- [Exercise goal] Please return every line below that contains the string "auto".

======== Available data ========

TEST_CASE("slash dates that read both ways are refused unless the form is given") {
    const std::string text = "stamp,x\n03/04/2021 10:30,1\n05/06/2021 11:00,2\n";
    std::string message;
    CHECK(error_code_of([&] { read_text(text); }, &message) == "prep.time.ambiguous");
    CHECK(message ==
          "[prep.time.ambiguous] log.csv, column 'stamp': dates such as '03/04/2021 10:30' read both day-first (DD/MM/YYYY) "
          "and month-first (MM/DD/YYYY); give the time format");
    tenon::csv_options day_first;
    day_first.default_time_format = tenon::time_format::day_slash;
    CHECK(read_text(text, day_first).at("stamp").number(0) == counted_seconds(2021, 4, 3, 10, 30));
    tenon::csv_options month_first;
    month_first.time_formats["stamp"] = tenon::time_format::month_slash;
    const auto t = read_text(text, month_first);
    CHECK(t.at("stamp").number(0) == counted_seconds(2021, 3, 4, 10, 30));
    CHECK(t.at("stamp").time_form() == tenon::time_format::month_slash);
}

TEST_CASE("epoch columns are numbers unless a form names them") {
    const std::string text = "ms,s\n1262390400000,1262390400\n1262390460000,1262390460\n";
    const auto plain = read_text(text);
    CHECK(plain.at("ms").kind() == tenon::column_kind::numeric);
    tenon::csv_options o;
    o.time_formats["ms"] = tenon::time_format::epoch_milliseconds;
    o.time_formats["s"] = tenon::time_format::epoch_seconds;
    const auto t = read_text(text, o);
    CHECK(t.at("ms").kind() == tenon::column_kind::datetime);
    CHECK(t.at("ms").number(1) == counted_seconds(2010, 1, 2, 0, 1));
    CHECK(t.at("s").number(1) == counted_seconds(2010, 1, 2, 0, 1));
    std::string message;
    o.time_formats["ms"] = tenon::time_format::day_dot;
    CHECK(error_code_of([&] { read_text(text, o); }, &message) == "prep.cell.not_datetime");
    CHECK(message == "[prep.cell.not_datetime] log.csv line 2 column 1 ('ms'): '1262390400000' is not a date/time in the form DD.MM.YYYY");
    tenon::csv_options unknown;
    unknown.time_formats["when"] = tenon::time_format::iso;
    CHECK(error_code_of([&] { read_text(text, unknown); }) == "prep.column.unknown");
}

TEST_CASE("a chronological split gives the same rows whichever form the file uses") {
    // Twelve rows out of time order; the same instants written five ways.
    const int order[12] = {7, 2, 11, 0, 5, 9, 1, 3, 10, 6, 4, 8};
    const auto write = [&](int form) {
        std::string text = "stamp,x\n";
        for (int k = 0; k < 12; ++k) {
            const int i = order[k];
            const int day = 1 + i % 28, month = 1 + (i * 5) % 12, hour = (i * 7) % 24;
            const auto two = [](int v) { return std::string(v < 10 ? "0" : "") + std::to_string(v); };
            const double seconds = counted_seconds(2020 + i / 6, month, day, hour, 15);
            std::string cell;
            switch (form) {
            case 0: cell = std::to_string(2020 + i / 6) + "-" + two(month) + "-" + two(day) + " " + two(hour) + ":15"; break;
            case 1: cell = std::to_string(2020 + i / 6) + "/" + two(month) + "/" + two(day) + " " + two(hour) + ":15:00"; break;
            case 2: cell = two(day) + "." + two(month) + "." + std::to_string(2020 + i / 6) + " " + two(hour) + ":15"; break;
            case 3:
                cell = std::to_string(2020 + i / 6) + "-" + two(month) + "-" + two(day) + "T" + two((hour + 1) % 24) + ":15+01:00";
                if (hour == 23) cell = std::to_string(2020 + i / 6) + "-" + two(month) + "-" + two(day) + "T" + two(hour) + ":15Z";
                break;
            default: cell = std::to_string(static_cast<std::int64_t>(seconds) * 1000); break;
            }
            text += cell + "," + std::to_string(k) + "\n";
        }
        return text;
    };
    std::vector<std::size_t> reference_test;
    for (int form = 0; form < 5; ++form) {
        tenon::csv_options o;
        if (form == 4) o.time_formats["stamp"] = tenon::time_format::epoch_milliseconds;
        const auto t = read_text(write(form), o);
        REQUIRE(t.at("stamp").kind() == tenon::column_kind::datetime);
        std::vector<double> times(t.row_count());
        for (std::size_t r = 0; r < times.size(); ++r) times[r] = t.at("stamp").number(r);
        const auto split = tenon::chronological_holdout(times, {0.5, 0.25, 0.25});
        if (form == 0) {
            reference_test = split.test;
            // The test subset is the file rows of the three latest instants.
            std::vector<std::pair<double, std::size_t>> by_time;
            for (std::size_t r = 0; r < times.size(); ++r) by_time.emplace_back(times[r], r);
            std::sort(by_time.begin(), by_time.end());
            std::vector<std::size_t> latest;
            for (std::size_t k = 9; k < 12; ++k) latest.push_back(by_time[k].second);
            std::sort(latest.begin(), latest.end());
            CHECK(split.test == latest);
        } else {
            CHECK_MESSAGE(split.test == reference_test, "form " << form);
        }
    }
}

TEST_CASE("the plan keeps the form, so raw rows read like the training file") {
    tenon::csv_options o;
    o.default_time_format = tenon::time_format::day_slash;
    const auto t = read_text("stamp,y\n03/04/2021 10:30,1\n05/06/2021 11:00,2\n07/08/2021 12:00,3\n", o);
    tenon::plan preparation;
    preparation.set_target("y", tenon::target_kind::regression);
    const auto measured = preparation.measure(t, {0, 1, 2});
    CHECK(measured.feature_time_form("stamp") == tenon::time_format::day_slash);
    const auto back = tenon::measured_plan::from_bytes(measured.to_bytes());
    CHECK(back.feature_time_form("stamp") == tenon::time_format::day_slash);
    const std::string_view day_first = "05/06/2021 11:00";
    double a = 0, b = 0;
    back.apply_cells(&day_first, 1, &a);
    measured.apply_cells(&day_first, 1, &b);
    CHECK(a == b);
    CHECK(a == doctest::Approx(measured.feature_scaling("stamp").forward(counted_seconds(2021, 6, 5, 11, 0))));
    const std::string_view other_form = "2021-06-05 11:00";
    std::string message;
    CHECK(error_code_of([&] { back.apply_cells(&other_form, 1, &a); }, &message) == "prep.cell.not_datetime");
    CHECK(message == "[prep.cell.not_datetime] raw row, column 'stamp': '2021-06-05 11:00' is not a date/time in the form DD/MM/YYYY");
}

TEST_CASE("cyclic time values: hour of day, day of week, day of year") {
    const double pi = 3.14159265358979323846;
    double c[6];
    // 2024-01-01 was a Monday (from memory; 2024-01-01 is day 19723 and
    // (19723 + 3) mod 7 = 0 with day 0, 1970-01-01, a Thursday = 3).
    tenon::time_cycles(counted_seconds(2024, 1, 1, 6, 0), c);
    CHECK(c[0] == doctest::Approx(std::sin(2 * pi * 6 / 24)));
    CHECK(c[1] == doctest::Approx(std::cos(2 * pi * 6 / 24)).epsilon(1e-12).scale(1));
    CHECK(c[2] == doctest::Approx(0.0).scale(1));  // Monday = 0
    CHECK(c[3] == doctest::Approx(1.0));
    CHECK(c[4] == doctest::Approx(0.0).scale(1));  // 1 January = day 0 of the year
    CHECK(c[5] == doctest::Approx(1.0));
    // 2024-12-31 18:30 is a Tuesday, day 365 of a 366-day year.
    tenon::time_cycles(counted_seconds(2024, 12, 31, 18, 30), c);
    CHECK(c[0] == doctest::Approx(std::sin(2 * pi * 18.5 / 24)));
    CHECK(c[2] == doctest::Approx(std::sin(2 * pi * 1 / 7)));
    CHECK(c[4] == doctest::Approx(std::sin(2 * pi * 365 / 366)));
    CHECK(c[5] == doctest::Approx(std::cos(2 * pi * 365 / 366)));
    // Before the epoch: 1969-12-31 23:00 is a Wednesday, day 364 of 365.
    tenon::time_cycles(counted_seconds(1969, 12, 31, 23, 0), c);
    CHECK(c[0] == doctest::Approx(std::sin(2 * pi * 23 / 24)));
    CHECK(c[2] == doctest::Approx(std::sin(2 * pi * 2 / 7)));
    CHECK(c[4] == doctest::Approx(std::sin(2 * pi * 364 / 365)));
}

========

- [Answer to the problem]
    const auto t = read_text(text, month_first);
    const auto plain = read_text(text);
    const auto t = read_text(text, o);
    const auto write = [&](int form) {
            const auto two = [](int v) { return std::string(v < 10 ? "0" : "") + std::to_string(v); };
        const auto t = read_text(write(form), o);
        const auto split = tenon::chronological_holdout(times, {0.5, 0.25, 0.25});
    const auto t = read_text("stamp,y\n03/04/2021 10:30,1\n05/06/2021 11:00,2\n07/08/2021 12:00,3\n", o);
    const auto measured = preparation.measure(t, {0, 1, 2});
    const auto back = tenon::measured_plan::from_bytes(measured.to_bytes());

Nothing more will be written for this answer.